一厘米的距离

一厘米的距离

文/柒雪

    莫名的冰冷,散开在五指间的心灵,一辆车上的母女二人,似乎相隔了千万光年,只因小小的矛盾,就可以把和睦的甜蜜灌进涩嘴的苦水。雨,下着,不大。
     雨衣无声地搭在我手中,扭过头的倔犟是我脆弱的反抗。妈妈身上套了一层棉外套,头上有一顶头盔,我呢,连心都赤裸裸。“穿上。”不容违抗的命令。雨,下得大了,我心不甘情不愿地穿上了雨衣。车,行在雨中,心里,仍是很冰凉。
     雨下得更狠了,一颗又一颗似冰雹砸在脸上,转瞬即逝的疼痛。眼镜也有些模糊了,前面妈妈的后背,好像很坚实,很温暖,可我,不敢依上去。心里还存有怨恨,年少的倔犟支撑着孤单而强大的我。“她应该先给我道歉!”念头挥之不去地价在心头。

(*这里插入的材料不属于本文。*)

def path(
    k: Any,
    *,
    color: Union[str, npt.ArrayLike, None] = "curvature",
    frames_every: Optional[float] = None,
    units: Units = None,
    cmap: Union[str, Colormap] = "viridis",
    label: Optional[str] = None,
    ax: Any = None,
    title: Optional[str] = None,
    time: Any = None,
    position: Optional[Sequence[Any]] = None,
    by: Any = None,
    axis_names: Optional[Sequence[str]] = None,
    length_unit: str = "auto",
    elements: Optional[Elements] = None,
) -> Plot:
    """Draw the path in 2-D or 3-D, coloured by a quantity, with optional frame glyphs.

    Parameters
    ----------
    k : Kinematics or pandas.DataFrame
        Results of :func:`osculate.kinematics`, or of ``df.osc.kinematics`` (then ``position``
        names the coordinate columns unless they are ``east, north[, up]`` or ``x, y[, z]``, and
        ``by`` the track column).
    color : str, array_like or None, default "curvature"
        A scalar result (``"curvature"``, ``"speed"``, ``"accel_normal"``, ``"torsion"``,
        ``"radius"``, ...; vectors such as ``"jerk"`` give their length), one value per row, or
        None for a plain line. Isolated extremes (beyond the 1st and 99th percentiles, if they
        would stretch the scale by more than 5 %) are clipped, and arrows on the colour bar
        show it. Undefined values are grey. Colouring by lateral acceleration, acceleration,
        jerk or radius adds :data:`CAUTION` to the figure.
    frames_every : float, optional
        Draw the moving frame at the first sample past every multiple of this arc length
        (position units) along each track: the tangent T and the normal and (in 3-D) binormal
        that ``k`` holds, named after its frame (Frenet N and B, or the rotation-minimizing
        U and V). Samples where the frame is undefined are skipped.
    units : mapping, optional
        Unit labels: ``length`` (default "m"), ``time`` ("s"), or one per quantity name.
    cmap : str or Colormap, default "viridis"
        A perceptually uniform colour map is best (viridis, cividis, magma, ...).
    label : str, optional
        Colour-bar label when ``color`` is an array.
    ax : matplotlib Axes, optional
        Draw here (a 3-D axes for 3-D paths) instead of in a new figure.
    title : str, optional
        Title; by default it names the quantity.
    time, position, by : optional
        DataFrame input only: the time, position and track columns.
    axis_names : sequence of str, optional
        Names of the position axes, e.g. ``("east", "north", "up")``; by default the position
        columns of a DataFrame, else x, y, z.
    length_unit : str, default "auto"
        The unit positions (and a radius or arc-length colour bar) are shown in: with data in
        metres, "auto" picks mm below 0.5 m of extent, km above 50 km, else m; or name one of
        "µm", "mm", "cm", "m", "km". Only the tick labels change.
    elements : Elements, optional
        From :func:`osculate.elements.elements_of` on the same tracks: the fitted chain of
        straights, arcs and spirals is drawn over the path, a dash pattern per kind, rebuilt
        from each element's start point, heading, curvatures and length. For 3-D paths the
        chain lies in the plane of ``Elements.plane`` (perpendicular to ``up``) and is drawn at
        the path's height at the same arc length.

    Returns
    -------
    Plot
        ``(figure, axes)``.

    Notes
    -----
    Each segment between consecutive samples of a track takes the mean colour of its two ends.
    For 3-D paths the vertical axis may be stretched so that a flat path stays readable; the axis
    label then says by how much.

    Examples
    --------
    >>> import matplotlib
    >>> matplotlib.use("Agg")
    >>> import numpy as np
    >>> import osculate as osc
    >>> t = np.linspace(0.0, 10.0, 201)
    >>> k = osc.kinematics(t, np.column_stack([10 * np.cos(0.3 * t), 5 * np.sin(0.3 * t)]))
    >>> fig, ax = osc.plot.path(k, color="speed", frames_every=5.0)
    >>> type(fig).__name__, ax.get_xlabel()
    ('Figure', 'x [m]')

    A path 4 cm across is shown in millimetres; colouring by radius adds the caution:

    >>> fig, ax = osc.plot.path(osc.kinematics(t, 0.004 * k.position), color="radius")
    >>> ax.get_xlabel(), fig.axes[-1].get_ylabel()
    ('x [mm]', 'radius of curvature ρ [mm]')
    >>> texts = [" ".join(t.get_text().split()) for t in fig.findobj(matplotlib.text.Text)]
    >>> osc.plot.CAUTION in texts
    True

    A straight path has no normal: only tangent glyphs are drawn.

    >>> k = osc.kinematics([0.0, 1.0, 2.0, 3.0], [[0, 0], [1, 0], [2, 0], [3, 0]])
    >>> fig, ax = osc.plot.path(k, frames_every=1.0)
    >>> [t.get_text() for t in fig.legends[0].get_texts()]
    ['track start', 'Frenet frame every 1 m', 'T (tangent)']

    The fitted elements of a straight and a quarter circle of radius 50 m, drawn over it:

    >>> from osculate.elements import elements_of
    >>> s = np.arange(0.0, 100.0 + 25 * np.pi, 0.5)
    >>> a = np.clip(s - 100.0, 0.0, None) / 50.0
    >>> x = np.where(s < 100, s, 100 + 50 * np.sin(a))
    >>> y = np.where(s < 100, 0.0, 50 * (1 - np.cos(a)))
    >>> k = osc.kinematics(s / 10.0, np.column_stack([x, y]), method="smooth")
    >>> fig, ax = osc.plot.path(k, color=None, elements=elements_of(k))
    >>> [t.get_text() for t in fig.legends[0].get_texts()][1:]
    ['fitted straight (κ = 0)', 'fitted circular arc (κ constant)']
    """
    d = _Samples(k, time=time, position=position, by=by)
    u = _units(units)
    lengths = _lengths(u, length_unit, d)
    own = ax is None
    if ax is None:
        fig = _new_figure(_path_size(d.position, d.dim))
        ax = fig.add_subplot(projection="3d") if d.dim == 3 else fig.add_subplot()
    else:
        fig = ax.figure
    values: Optional[F64] = None
    if isinstance(color, str):
        values = d.get(color)
        cbar_label = _label(color, u)
        quantity = _QUANTITIES.get(color, (color, ""))[0]
    elif color is not None:
        values = np.asarray(color, dtype=float).reshape(-1)
        if values.shape != (d.n,):
            raise _core.InputError(f"color: expected {d.n} values, got shape {values.shape}")
        values = values[d.order]
        cbar_label = label or "value"
        quantity = label or "value"
    p = d.position
    keep = ~d.last[:-1] & np.isfinite(p[:-1]).all(axis=1) & np.isfinite(p[1:]).all(axis=1)
    segs = np.stack([p[:-1], p[1:]], axis=1)[keep]
    handles: list[Any] = []
    if d.dim == 3:
        from mpl_toolkits.mplot3d.art3d import Line3DCollection

        lc: Any = Line3DCollection(list(segs), linewidths=1.5)
    else:
        width = 1.8 if len(d.labels) <= 10 else 1.2
        lc = LineCollection(list(segs), linewidths=width, capstyle="round")
    if values is not None:
        seg_values = _pair_mean(values[:-1], values[1:])[keep]
        norm, extend = _robust_norm(seg_values)
        lc.set_cmap(_cmap(cmap))
        lc.set_norm(norm)
        lc.set_array(np.ma.masked_invalid(np.where(np.isinf(seg_values), np.nan, seg_values)))
        if np.isinf(seg_values).any():  # an infinite radius is beyond the top, not undefined
            top = np.where(np.isposinf(seg_values), float(norm.vmax or 0.0), seg_values)
            top = np.where(np.isneginf(top), float(norm.vmin or 0.0), top)
            lc.set_array(np.ma.masked_invalid(top))
        if d.dim == 3:
            cb = fig.colorbar(lc, ax=ax, extend=extend, shrink=0.6, aspect=25, pad=0.1)
        else:
            cb = fig.colorbar(lc, ax=ax, extend=extend, pad=0.02)
        cb.set_label(cbar_label, color=_INK, fontsize=9.5)
        cb.outline.set_edgecolor(_MUTED)
        cb.ax.tick_params(labelsize=8.5, colors=_MUTED, labelcolor=_INK)
        if isinstance(color, str) and color in lengths.quantities:
            lengths.apply(cb.ax.yaxis)
        else:
            cb.formatter = _Scaled()  # plain numbers, no offset to add up
        if np.isnan(seg_values).any():
            handles.append(Line2D([], [], color=_UNDEFINED, linewidth=2, label="undefined"))
    else:
        lc.set_color(_LINE)
    ax.add_collection(lc)
    finite = p[np.isfinite(p).all(axis=1)]
    if axis_names is not None:
        if len(axis_names) != d.dim:
            raise _core.InputError(f"axis_names: expected {d.dim} names, got {len(axis_names)}")
        d.axis_names = [str(a) for a in axis_names]
    names = [f"{a} [{lengths.unit}]" for a in d.axis_names]
    if d.dim == 3:
        _frame_3d(ax, finite, names)
    else:
        ax.update_datalim(finite)
        ax.autoscale_view()
        ax.set_aspect("equal", adjustable="datalim")
        ax.set_xlabel(names[0])
        ax.set_ylabel(names[1])
        _style(ax)
    for axis in (ax.xaxis, ax.yaxis, getattr(ax, "zaxis", None)):
        if axis is not None:
            lengths.apply(axis)
    if len(d.labels) <= 10 and len(finite):
        starts = p[d.first]
        starts = starts[np.isfinite(starts).all(axis=1)]
        ax.scatter(
            *starts.T, s=28, facecolors=palette.PAPER, edgecolors=_INK, linewidths=1.0, zorder=4
        )
        handles.append(
            Line2D(
                [],
                [],
                marker="o",
                linestyle="none",
                markerfacecolor=palette.PAPER,
                markeredgecolor=_INK,
                label="track start",
            )
        )
    if frames_every is not None:
        handles += _glyphs(ax, d, float(frames_every), finite, lengths)
    if elements is not None:
        handles += _draw_chain(ax, elements, d)
    if handles and own:  # below everything, where constrained layout leaves room for it
        fig.legend(
            handles=handles,
            loc="outside lower center",
            ncols=min(3 if d.dim == 3 else 4, len(handles)),
            fontsize=8,
            frameon=False,
        )
    elif handles:
        ax.legend(handles=handles, loc="best", fontsize=8, frameon=True, framealpha=0.85)
    sub = f"estimator: {d.estimator}" if d.estimator else None
    if title is None:
        title = f"Path coloured by {quantity}" if values is not None else "Path"
    _title(ax, title, sub)
    if isinstance(color, str) and color in CAUTIONED:
        _caution(fig, ax, CAUTION)
    return Plot(fig, ax)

     哼着歌,脸被冻得有点僵。突然电动车猛烈地晃动起来,但很快又平稳了。受了惊吓再加上心里之前小小的怨气,我忍不住没好气地抱怨了一句:“晃什么啊!”妈妈“嘿嘿”的笑声干干的、涩涩的。“我,我看看你在不在后面的。没动静心里不踏实。”“当然在啊!真是的。”为这可笑的理由哭笑不得,却又一丝丝温暖。妈妈习惯身后的我依赖,我这么久不在,她也不踏实啊。现在,妈妈的背离我只有一厘米的距离,我却不敢靠上去,是心虚么?

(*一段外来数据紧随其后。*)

def test_accessor_frames_plot_like_kinematics(tmp_path):
    import pandas as pd

    t = np.linspace(0.0, 20.0, 401)
    df = pd.DataFrame(
        {
            "car": np.repeat(["p", "q"], [200, 201]),
            "time": pd.Timestamp("2026-01-01", tz="UTC") + pd.to_timedelta(t, unit="s"),
            "x": 50 * np.cos(0.3 * t),
            "y": 50 * np.sin(0.3 * t),
        }
    )
    res = df.osc.kinematics(time="time", position=["x", "y"], by="car", keep=True)
    p = plot.path(res, color="speed", by="car", frames_every=40.0)
    assert p.axes.get_xlabel() == "x [m]"
    assert_png(p, tmp_path / "df_path.png")
    p = plot.profile(res, x="time", by="car")
    assert p.axes[-1].get_xlabel() == "time t [s]"
    names = {t.get_text() for t in p.figure.legends[0].get_texts()}
    assert {"track p", "track q"} <= names
    p = plot.gg(res, by="car")
    assert np.allclose(
        np.median(np.asarray(p.axes.collections[0].get_offsets())[:, 0]), 4.5 / G, rtol=1e-3
    )
    plot.work(res, values=res["arclength"].to_numpy(), by="car", time="time")
    with pytest.raises(osc.InputError, match="position: no column 'z'"):
        plot.path(res, position=["x", "z"])
    only = res.drop(columns=["x", "y"])
    with pytest.raises(osc.InputError, match="name the position columns"):
        plot.path(only)


# -- the first hour of a new user: titles, frames, units, cautions ------------------------------


def window_boxes(fig):
    """Drawn extents of every visible, non-empty text of a figure, by text."""
    import matplotlib.text

    pixels(fig)
    renderer = fig.canvas.get_renderer()
    out = {}
    for t in fig.findobj(matplotlib.text.Text):
        if t.get_visible() and t.get_text().strip():
            out[t] = t.get_window_extent(renderer)
    return out


def caution_text(fig):
    import matplotlib.text

    found = [
        t
        for t in fig.findobj(matplotlib.text.Text)
        if plot.CAUTION in " ".join(t.get_text().split())
    ]
    return found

     雨粉饰着夜的冷暗无情,月亮的影子也开始摇摇晃晃。脚踝好冷,都要冻僵了,离家却还有一段不小的距离。眼镜已经全部模糊,眼前的世界像个倒霉的画家弄翻了杂七杂八的颜料,成了块色彩多样却糊成一团的调色板。再抬眼,妈妈的背却很清晰,粉红色,仿佛伸出手臂迎接我,我却一再的犹豫。“冷吗?再忍一忍马上就到家了。”前面传来的声音不大,却穿透了那最后一层犹豫。冷?没错,这数九寒冬迎风而行当然冷,但妈妈是在风口,我的前面还有她的遮挡,说冷,不该是妈妈更冷么?突然一切都释然了。我心里的温暖好似一江春水,在全身的细胞中流动,哪怕雨水源源不断地滴在脚上、脸上。
    家,马上就到了,但是我却始终跨不过那一厘米的距离,始终没有让冻得发僵的脸感受背上的温暖,始终没有。
    也许你会问,为什么呢?不是心里已是如花的春天,渴望拥抱母爱坚实温暖的后背吗?